Nisi enim firmum teneretis ac fixum vim numerorum vel in se omnium rerum continere primordia vel ex sese profundere, non ad eorum plenam perfectamque noticiam tanto festinaretis studio.Footnote 12

If you don’t keep firm and fixed the power of numbers either to contain in themselves the elements of all things or to pour out the elements from themselves, you will not rapidly progress with much zeal toward the full and perfect understanding of them.

According to Gerbert, the reduction of numbers to unity, that people could experience using the abacus, is not a meaningless mathematical exercise, but it actually reveals the process of creation: he is concerned with the wonderful suggestion of the science of numbers, that, penetrating the deep structure of the universe, reveals the higher laws of harmony. Incidentally, Gerbert of Aurillac’s treatises on the abacus were the most influential in demonstrating the pedagogical and theoretical possibilities of the complex calculations this instrument made possible; he also innovated by replacing the cumbersome calculi with counters (apices) bearing symbols of the first nine digits.Footnote 13

Gerbert is famous in mathematics especially for the abacus, and his reform of the calculation toolFootnote 14. Its use necessarily implies the use of the Arabic numbering system, i.e. the positional decimal system.

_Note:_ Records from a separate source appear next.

"""Tests as columns: every test of a search in one array per field, with no Python object per test.

`TestColumns` holds what `CITestResult` holds, field by field, for many tests: the two signals as
integer indices, the conditioning sets as one flat index array cut by offsets (the layout of an
Arrow list array), the numbers in numpy arrays, and the three text fields (``method``, ``policy``,
``correction``) as small codes into the table's own `labels`. Each test also carries the search
``level`` it belongs to and its ``phase`` (battery, skeleton or orientation). Names are put back
only when a table is written out (`tests_table` in ``stages/_evidence.py``) or one row is asked for
(`result`).

A table converts to and from an Arrow table (`to_arrow` / `from_arrow`): the form of a search
level's checkpoint part.

Examples
--------
>>> from pipeline.independence.engine import CIEngine
>>> import numpy as np
>>> d = np.array([[0, 0, 1, 1] * 50, [0, 1, 1, 1] * 50, [0, 1, 0, 1] * 50], dtype=np.int8)
>>> t = CIEngine(d, ["a", "b", "c"]).test_columns([(0, 1, ()), (0, 1, (2,))])
>>> len(t), t.given(1), t.result(1, ["a", "b", "c"]).given
(2, (2,), ('c',))
>>> TestColumns.from_arrow(t.to_arrow()).equals(t)
True
"""

from __future__ import annotations

from dataclasses import dataclass, fields
from typing import Any, Iterable, Sequence

import numpy as np

from .result import CITestResult

__all__ = ["TestColumns", "TestLog", "Candidates", "PHASES", "VALUE_TYPES", "LABELLED"]
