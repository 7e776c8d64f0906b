"""Compiled inner loops of the engine (numba), each with a plain-numpy twin giving the same numbers.

The numba versions are used when numba imports and ``EDGEPROOF_NO_NUMBA`` is not set; the numpy
twins are the reference the tests compare them with (counts exactly, statistics to rtol 1e-12).
"""

from __future__ import annotations

import os

import numpy as np

__all__ = [
    "HAVE_NUMBA", "count_dense", "count_dense_numpy", "flat_statistics", "flat_statistics_numpy", "run_groups",
]

_LANES_MAX_CELLS = 1 << 13  # below this many cells, count into 4 interleaved tables (less stalling)

try:  # pragma: no cover - depends on the install
    if os.environ.get("EDGEPROOF_NO_NUMBA"):
        raise ImportError("disabled by EDGEPROOF_NO_NUMBA")
    from numba import njit

    HAVE_NUMBA = True
except ImportError:  # pragma: no cover - depends on the install
    HAVE_NUMBA = False


def count_dense_numpy(
    data: np.ndarray, x: int, y: int, given: np.ndarray, gcards: np.ndarray, kx: int, ky: int,
    start: int, stop: int, possible: int,
) -> np.ndarray:
    """Dense counts (length `possible`) of rows ``start:stop`` where x, y and `given` are present."""
    xc = data[x, start:stop].astype(np.int64)
    yc = data[y, start:stop].astype(np.int64)
    bad = (xc < 0) | (yc < 0)
    s = np.zeros(stop - start, dtype=np.int64)
    for k, c in zip(given, gcards):
        col = data[int(k), start:stop]
        bad |= col < 0
        s *= int(c)
        s += col
    idx = s * (kx * ky) + xc * ky + yc
    if bad.any():
        idx = idx[~bad]
    return np.bincount(idx, minlength=possible).astype(np.int64)


def flat_statistics_numpy(counts: np.ndarray, kx: int, ky: int) -> tuple[float, float, int, int, int, int]:
    """G, X^2, dof, n, observed strata and min(rows, columns present) - 1 of flat stratified counts."""
    t = counts.reshape(-1, kx, ky).astype(np.float64)
    rows = t.sum(axis=2)
    cols = t.sum(axis=1)
    tot = rows.sum(axis=1)
    keep = tot > 0
    t, rows, cols, tot = t[keep], rows[keep], cols[keep], tot[keep]
    n = int(round(tot.sum()))
    if n == 0:
        return 0.0, 0.0, 0, 0, 0, 0
    expected = rows[:, :, None] * cols[:, None, :] / tot[:, None, None]
    with np.errstate(divide="ignore", invalid="ignore"):
        safe_e = np.where(expected > 0, expected, 1.0)
        chi2 = float(np.sum((t - expected) ** 2 / safe_e))
        ratio = np.where(t > 0, t / safe_e, 1.0)
        g = float(2.0 * np.sum(t * np.log(ratio)))
    r_present = (rows > 0).sum(axis=1)
    c_present = (cols > 0).sum(axis=1)
    dof = int(max(0, np.sum((r_present - 1) * (c_present - 1))))
    m = int(min(r_present[0], c_present[0]) - 1) if t.shape[0] == 1 else 0
    return max(g, 0.0), chi2, dof, n, int(t.shape[0]), m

The abacus of Gerbert thus appears as the product of a synthesis of the traditional calculation tool of the Latin world and the innovative introduction of decimal numbers of Arabic origin.Footnote 15 Gerbert was, if not the creator, the greatest popularizer of the abacus in columns, which was to appear as a board divided vertically into 27 columns, gathered into groups of three, in which they were the apices (furniture squares of ivory or bone by means of which the numbers were composed and performed the operations).Footnote 16

For Gerbert, therefore, the natural world is also a ‘computable world’ because it is governed by mathematical relations. Thus it is not surprising that, at the cathedral school of Reims, the study of arithmetic, matheseos prima, was a prerequisite to the study of the other disciplines of the quadrivium.

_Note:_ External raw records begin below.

async def test_selection_follows_cursor_across_loops(two_loops):
    """Cursor on a revision of loop pos, then on loop vel's header: the plots, the diff and the
    add-revision form all take vel and its tip r3 (not pos's r1, which vel also has)."""
    from textual.widgets import Static, Tree

    lg = two_loops
    app = make_app(lg)
    async with app.run_test(size=(120, 40)) as pilot:
        await settle(pilot)
        tree = app.screen.query_one(Tree)
        await _cursor_to(pilot, tree, ("pos", "r1"))
        assert app.selection == ("pos", "r1")
        await _cursor_to(pilot, tree, ("vel", None))
        assert app.selection == ("vel", "r3")  # the header selects the loop and its tip
        detail = str(app.screen.query_one("#lineage-detail", Static).render())
        assert "loop vel" in detail and "tip r3" in detail
        # plots follow: vel/r3 has K = 4 (closed form of the module docstring)
        await press(pilot, "5")
        d = app.screen.plot_data
        assert (d.loop, d.label) == ("vel", "r3")
        np.testing.assert_allclose(d.phase_margin_deg, pm_of(4), rtol=1e-6)
        # diff follows: vel r2 -> r3 (K 2 -> 4), PM 38.7 -> 28.0 deg by the closed forms
        await press(pilot, "4")
        cmp_ = app.screen.comparison
        assert (app.screen._loop, cmp_.old.label, cmp_.new.label) == ("vel", "r2", "r3")
        pm = next(c for c in cmp_.changes if c.requirement == "PM-1")
        np.testing.assert_allclose(pm.value_delta, pm_of(4) - pm_of(2), rtol=1e-6)
        # back on the lineage, the header again; `a` offers vel's tip, and saving records under it
        await press(pilot, "1")
        tree = app.screen.query_one(Tree)
        await _cursor_to(pilot, tree, ("pos", "r1"))
        await _cursor_to(pilot, tree, ("vel", None))
        await press(pilot, "a")
        form = app.screen
        assert type(form).__name__ == "RevisionForm"
        assert form.loop == "vel"
        assert form.query_one("#form-parent").value == "r3"
        assert "loop: vel" in str(form.query_one("#form-loop").render())
        assert "tip of loop vel" in str(form.query_one("#form-parent-note").render())
        await press(pilot, "2", "tab", "tab", "x", "ctrl+s")
        await settle(pilot, rounds=6)
        assert type(app.screen).__name__ == "MatrixScreen"
    vel = lg.revisions("vel")
    assert [r.label for r in vel] == ["r1", "r2", "r3", "r4"]
    assert vel[-1].parent == "r3"                      # B's tip, not the r1 selected in A
    assert [r.label for r in lg.revisions("pos")] == ["r1", "r2"]


async def test_selection_revision_row_and_back_to_other_loop(two_loops):
    """A revision row selects that revision (the form then says it starts a branch, the plots and
    diff show it); moving to another loop's header selects that loop's tip."""
    from textual.widgets import Tree

    lg = two_loops
    before = lg.counts()
    app = make_app(lg)
    async with app.run_test(size=(120, 40)) as pilot:
        await settle(pilot)
        tree = app.screen.query_one(Tree)
        await _cursor_to(pilot, tree, ("vel", "r2"))
        assert app.selection == ("vel", "r2")
        await press(pilot, "5")
        d = app.screen.plot_data
        assert (d.loop, d.label) == ("vel", "r2")
        np.testing.assert_allclose(d.phase_margin_deg, pm_of(2), rtol=1e-6)  # K = 2
        await press(pilot, "4")
        cmp_ = app.screen.comparison
        assert (cmp_.old.label, cmp_.new.label) == ("r1", "r2")
        await press(pilot, "a")
        assert app.screen.query_one("#form-parent").value == "r2"
        note = str(app.screen.query_one("#form-parent-note").render())
        assert "not the tip (r3)" in note and "branch" in note
        await press(pilot, "escape")
        # to pos's header: pos and its tip r2 -- even though vel/r2 was selected before
        await press(pilot, "1")
        tree = app.screen.query_one(Tree)
        await _cursor_to(pilot, tree, ("pos", None))
        assert app.selection == ("pos", "r2")
        await press(pilot, "4")
        cmp_ = app.screen.comparison
        assert (app.screen._loop, cmp_.old.label, cmp_.new.label) == ("pos", "r1", "r2")
        await press(pilot, "5")
        d = app.screen.plot_data
        assert (d.loop, d.label) == ("pos", "r2")
        np.testing.assert_allclose(d.phase_margin_deg, pm_of(4), rtol=1e-6)  # pos r2: K = 4
    assert lg.counts() == before  # the cancelled form recorded nothing


# -- the matrix never shows a fragment of a cell (issue 10, item 3) ---------------------------
#: gains of the revisions: K = 0.002222 gives the tiny crossover 0.00222 rad/s (closed form
#: wc ~ K for K << 1), the value that used to show as "2222 [--]" when cut
WIDE_GAINS = (1, 4, 0.002222, 2, 0.5, 3, 1.5, 0.8)


@pytest.fixture
def wide(tmp_path):
    lg = open_ledger(tmp_path / "wide.db", create=True, author="tester")
    lg.add_plant("servo", "1/(s*(s+1))")
    lg.add_loop("remote-shaker", "servo")
    lg.add_requirement("PM-1", title="Phase margin", statement="PM at least 45 deg.",
                       metric="phase_margin", limit=">= 45 deg", loops=["remote-shaker"])
    lg.add_requirement("WC-1", title="Crossover", statement="Crossover at least 1 rad/s.",
                       metric="gain_crossover", limit=">= 1 rad/s", loops=["remote-shaker"])
    lg.add_requirement("OS-1", title="Overshoot", statement="Overshoot at most 25 %.",
                       metric="overshoot", limit="<= 25 %", loops=["remote-shaker"])
    for i, k in enumerate(WIDE_GAINS, 1):
        lg.add_revision("remote-shaker", repr(k), rationale=f"gain {k}", label=f"r{i}")
    yield lg
    lg.close()


_GLYPHS = " ▌▐█▁▔▏▎▍▋▊▉━╸╺"


def _check_whole_cells(screen: str, scr) -> set:
    """Every table line on screen holds whole cells (or blanks) only; returns the column labels
    seen.  Whole cell texts come from the data the view shows; a line with those (and the
    requirement label) removed must be empty apart from blanks and scrollbar glyphs."""
    from ledger.tui.widgets.verdict import cell_text

    d = scr._data
    first = scr.shown[0]
    # a header names its loop on the first column shown and where the loop changes
    headers = [f"{c.loop}/{c.label}" if j == first or j == 0 or c.loop != d.columns[j - 1].loop
               else c.label for j, c in enumerate(d.columns)]
    lines = screen.replace("\xa0", " ").splitlines()  # the SVG writes blanks as no-break spaces
    head = next(l for l in lines if l.strip().startswith("requirement"))
    rest = head.replace("requirement", "", 1)
    seen = set()
    for j in range(*scr.shown):
        h = headers[j]
        pattern = rf"(?<![\w/-]){re.escape(h)}(?![\w/-])"
        if re.search(pattern, rest):
            seen.add(f"{d.columns[j].loop}/{d.columns[j].label}")
            rest = re.sub(pattern, " ", rest, count=1)
    assert not rest.strip(_GLYPHS), f"header fragment {rest.strip()!r} in {head!r}"
    assert seen, head
    headers = [f"{c.loop}/{c.label}" for c in d.columns]
    for r in scr.visible_rows():
        parent = f" ({r.parents[0]})" if r.parents else ""
        label = f"{r.key}{parent} {r.limit_text}"
        line = next(l for l in lines if l.strip().startswith(label))
        rest = line.replace(label, "", 1)
        cells = [cell_text(d.cells.get((r.key, c.loop, c.label)),
                           applies=(r.key, c.loop, c.label) in d.cells,
                           broke=(r.key, c.loop, c.label) in d.broke).plain for c in d.columns]
        shown = [t for h, t in zip(headers, cells) if h in seen]
        for t in shown:
            assert t in rest, f"cell {t!r} of a shown column missing from {line!r}"
            rest = rest.replace(t, " ", 1)
        assert not rest.strip(_GLYPHS), f"fragment {rest.strip()!r} in {line!r}"
    return seen


@pytest.mark.parametrize("size", [(80, 24), (120, 40)])
async def test_matrix_scrolls_sideways_by_whole_cells(wide, size):
    from textual.widgets import DataTable

    app = make_app(wide)
    async with app.run_test(size=size) as pilot:
        await settle(pilot)
        await press(pilot, "2")
        scr = app.screen
        table = scr.query_one(DataTable)
        # Source: closed form wc ~ K for K << 1 (|K/(jw(jw+1))| = 1): r3's tiny crossover
        res3 = {r.requirement: r for r in wide.results("remote-shaker", "r3")}
        np.testing.assert_allclose(res3["WC-1"].value, wc_of(0.002222), rtol=1e-6)
        await press(pilot, "home")
        seen_all, n = set(), len(WIDE_GAINS)
        # right to the last column, then back to the first: every screen shows whole cells
        for key in ["right"] * (n + 2) + ["left"] * (n + 2):
            await press(pilot, key)
            await _scroll_at_rest(pilot)
            screen = _screen_text(app.export_screenshot())
            seen = _check_whole_cells(screen, scr)
            assert len(seen) == scr.shown[1] - scr.shown[0]
            assert table.scroll_x == 0  # never scrolled by characters
            seen_all |= seen
            sel = scr.selected()
            assert f"{sel[1]}/{sel[2]}" in seen  # the cursor's column is on screen
        assert seen_all == {f"remote-shaker/r{i}" for i in range(1, n + 1)}
        assert scr.shown[0] == 0 and scr.selected()[2] == "r1"
        assert scr.shown[1] - scr.shown[0] < n  # the window really was narrower than the data
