def frequency_grid(fb: FreqBatch, *, points_per_decade: int = 40, w_min: float | None = None,
                   w_max: float | None = None, resonance_zeta: float = 0.3,
                   phase_step: float = 0.35, axis_tol: float = 1e-9, max_points: int = 200_000,
                   refine_passes: int = 6) -> np.ndarray:
    """Frequency grid (rad/s) on which every variant of the loop is sampled.

    The rule:

    * a logarithmic grid with ``points_per_decade`` points from ``w_min`` to ``w_max``; by
      default two decades below the slowest and above the fastest nonzero pole/zero magnitude
      (continuous; discrete poles and zeros are mapped by ``log(z)/dt``), or up to ``pi/dt``
      (discrete, which also gets a uniform grid over ``[0, pi/dt]``);
    * then the ends are pushed out until the loop gain's power-law asymptotes can no longer
      cross unity outside the grid (``|L| >= 100`` at the low end of an integrating loop,
      ``|L| <= 0.01`` at the high end of a strictly proper one);
    * ``w = 0`` always (a variant with a pole there is infinite at that point, and its first
      interval is then handled as the small indentation round the pole);
    * 41 points across ``+-10 zeta wn`` of every pole or zero with damping below
      ``resonance_zeta`` (overlapping windows of several variants share one run of points at
      the smallest of their spacings ``zeta wn / 2``) plus geometric points approaching its
      damped frequency, relative offsets 1e-1 down to 1e-6 but not below ``|zeta| / 100``;
    * geometric points approaching every pole on the imaginary axis (unit circle) from both
      sides, the pole frequency itself excluded;
    * for loops with a delay (estimated by :func:`estimate_delay`), a uniform grid whose delay
      phase step is ``phase_step`` rad;
    * finally up to ``refine_passes`` bisection passes wherever the phase of some variant turns
      more than ``phase_step`` rad (or its magnitude changes by more than that in log units)
      between neighbours, within ``max_points`` points.

    Parameters
    ----------
    fb : FreqBatch
        The loop gains.
    points_per_decade : int
        Density of the logarithmic part.
    w_min, w_max : float, optional
        Explicit range in rad/s (no automatic end extension when given).
    resonance_zeta : float
        Damping ratio below which a pole or zero is densified.
    phase_step : float
        Largest accepted phase step between neighbours, rad.
    axis_tol : float
        Relative distance from the imaginary axis (unit circle) under which a pole counts as on it.
    max_points, refine_passes : int
        Limits of the adaptive refinement.

    Returns
    -------
    ndarray
        Sorted, unique frequencies in rad/s (read-only; with default arguments the grid is
        computed once per :class:`FreqBatch` and reused).
    """
    defaults = (points_per_decade, w_min, w_max, resonance_zeta, phase_step, axis_tol,
                max_points, refine_passes) == (40, None, None, 0.3, 0.35, 1e-9, 200_000, 6)
    memo = _memo(fb) if defaults else {}
    if "grid" in memo:
        return memo["grid"]
    delay = estimate_delay(fb) if fb.dt is None else None
    w, h = _grid(fb.evaluate, fb.dt, fb.poles, fb.zeros, points_per_decade=points_per_decade,
                 w_min=w_min, w_max=w_max, resonance_zeta=resonance_zeta, delay=delay,
                 axis_tol=axis_tol, max_points=max_points, phase_step=phase_step,
                 refine_passes=refine_passes, extend_for_loop=True)
    w.flags.writeable = False
    if defaults:
        memo["grid"] = w
        if h is not None:
            memo["grid_values"] = h
    return w


# ----------------------------------------------------------------------------------------------
# crossings
# ----------------------------------------------------------------------------------------------

def _pole_interval_mask(w: np.ndarray, axis: list[_AxisRoot], nvar: int) -> np.ndarray:
    """(V, len(w)-1) True where the interval contains a boundary pole of that variant."""
    mask = np.zeros((nvar, max(w.size - 1, 0)), bool)
    for ar in axis:
        i = int(np.searchsorted(w, ar.w))
        if ar.w == 0.0:
            mask[ar.variant, 0] = True
        elif 0 < i < w.size:
            mask[ar.variant, i - 1] = True
        elif i >= w.size and w.size > 1:
            mask[ar.variant, -1] = True
    return mask


def _roots_on_grid(G: np.ndarray, fun, w: np.ndarray, mask: np.ndarray, *, xrtol: float,
                   interior: slice) -> list[np.ndarray]:
    """Per variant, roots of a real function from its sign changes on the grid, refined for all
    variants at once by :func:`_vsolve`.  ``G`` (V, n) holds the function on the grid."""
    nvar = G.shape[0]
    idx = np.arange(w.size)[interior]
    if idx.size < 2:
        return [np.empty(0) for _ in range(nvar)]
    lo, hi = int(idx[0]), int(idx[-1])
    ga, gb = G[:, lo:hi], G[:, lo + 1:hi + 1]
    fin = np.isfinite(ga) & np.isfinite(gb) & ~mask[:, lo:hi]
    v, i = np.nonzero(fin & (ga * gb < 0))
    i = i + lo
    r = _vsolve(fun, v, w[i], w[i + 1], G[v, i], G[v, i + 1], xrtol=xrtol)
    v0, i0 = np.nonzero(fin & (ga == 0))
    keep = i0 > 0
    v0, i0 = v0[keep], i0[keep] + lo
    allv = np.concatenate([v, v0])
    allr = np.concatenate([r, w[i0]])
    # per variant: sorted distinct roots (np.unique of each variant's roots, all at once)
    order = np.lexsort((allr, allv))
    allv, allr = allv[order], allr[order]
    new = np.ones(allv.size, bool)
    new[1:] = (allv[1:] != allv[:-1]) | (allr[1:] != allr[:-1])
    allv, allr = allv[new], allr[new]
    return _split_by_variant(allr, allv, nvar)


def _split_by_variant(values: np.ndarray, vi: np.ndarray, nvar: int) -> list[np.ndarray]:
    """``[values[vi == v] for v in range(nvar)]`` for a non-decreasing ``vi``."""
    counts = np.bincount(np.asarray(vi, int), minlength=nvar)
    return [a.copy() for a in np.split(values, np.cumsum(counts)[:-1])]
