def test_deleted_withdrawal_is_named_by_audit(db_url):
    # deleting a withdrawal would revive the waiver: the audit names the missing record
    with _ledger(db_url) as lg:
        w = _waive(lg)
        lg.withdraw_waiver(w.id, reason="fixed", approver="R. Chen", role="controls lead")
        _sql(lg, "DELETE FROM waiver_withdrawal")
        assert [f.kind for f in audit(lg).named("record deleted")] == ["waiver_withdrawal"]


# -- the matrix state ----------------------------------------------------------------------
def test_matrix_shows_a_waived_failure_as_its_own_state(db_url):
    with _ledger(db_url) as lg:
        e = build_matrix(lg).cell("X-1", "x", "r1")
        assert (e.verdict, e.state) == ("fail", "fail")
        w = _waive(lg)
        m = build_matrix(lg)
        e = m.cell("X-1", "x", "r1")
        assert (e.verdict, e.state, e.waiver.id) == ("fail", "waived", w.id)  # never "pass"
        assert m.cell("X-2", "x", "r1").state == "pass"  # a pass stays a pass
        assert m.state_counts() == {"waived": 1, "pass": 1}
        # a new revision is not covered by the waiver of r1
        lg.add_revision("x", "1.01", rationale="trim")
        assert build_matrix(lg).cell("X-1", "x", "r2").state == "fail"


def test_stale_cell_is_not_covered_by_a_waiver(db_url):
    # a waiver accepts a judged failure; a stale cell's verdict is not known: verify first
    with _ledger(db_url) as lg:
        _waive(lg)
        lg.add_plant("p", "K/(s*(s+1))", params={"K": 2.05})
        e = build_matrix(lg).cell("X-1", "x", "r1")
        assert e.state == "stale" and e.waiver is None
        assert not gate(lg).ok


# -- sign-off ------------------------------------------------------------------------------
def test_sign_refuses_an_unwaived_failure_naming_the_cell(db_url):
    with _ledger(db_url) as lg:
        create_baseline(lg, "B1")
        before = lg.counts()
        with pytest.raises(IntegrityViolation) as exc:
            sign_baseline(lg, "B1", signer="A. Reviewer", role="lead", statement="ok")
        msg = str(exc.value)
        assert "\n" not in msg and "first: X-1 on x/r1 is fail" in msg, msg
        assert lg.counts() == before  # nothing written
    res = _cli(db_url, "sign", "B1", "--name", "A", "--role", "lead", "--statement", "ok")
    assert res.exit_code == 1
    assert res.output.strip().splitlines() == [
        line for line in res.output.strip().splitlines() if line.startswith("error: ")]
    assert "X-1 on x/r1 is fail" in res.output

There may be other examples of teachers and scholars of the time, devoted to mathematical studies and interested in grasping their metaphysical aspect. Among these we can recall Adalboldo of Utrecht († 1026), Notker of Liege and especially Erigerius of Lobbes († 1007), author of mathematical writings (including the Regulae de numerorum abaci rationibus, a Ratio numerorum abaci and an Epistle to Hugonem of computistic argument), but also of a historical work, the Gesta episcoporum Tungrensium, Trajectensium et Leodensium, which opens with a chapter entitled De numero, pondere et mensura.

4 Concluding Remarks

This amazing epistemological value of medieval mathematics is the result of an approach to numbers, typical of these authors, in which the practical problems (the computus, the land surveying, the astrology) are based on theoretical issues of the first order. This speculative attitude is not unusual in the history of Western thought, but it is significant in that it will occur again in this era – frequently considered among the darkest ones – through the double reference, on the one hand to the scientific tradition that is rooted in ‘numeric Pythagorean exemplarism’, and, on the other hand, to the (Neo-)Platonic tradition. The first one developed with the contributions of the Venerable Bede, Martianus Capella, Rabanus Maurus and Odo of Cluny; the second one has its most immediate references in the concept of order developed by Augustine, in the universal harmony evoked by Boethius, in the Chalcidian theory of the anima mundi.Footnote 17

So, at the dawn of the year one thousand, Abbo, Gerbert and Erigerius seem to teach us, scholars of the 21st century, the necessity of a virtuous dialogue between arithmetic and dialectic, between the disciplines of number and the trivium, between ‘mathematical thinking’ and philosophy, which seem to be the masters of digital humanities. Finally, since the knowledge of numbers is set by them at the beginning of any further knowledge, maybe it would not be inappropriate to apply to these philosophers – mutatis mutandis – the modern concept of mathesis universalis, which is the project of a general science – in this case, the quadrivium – that leads to a certain knowledge.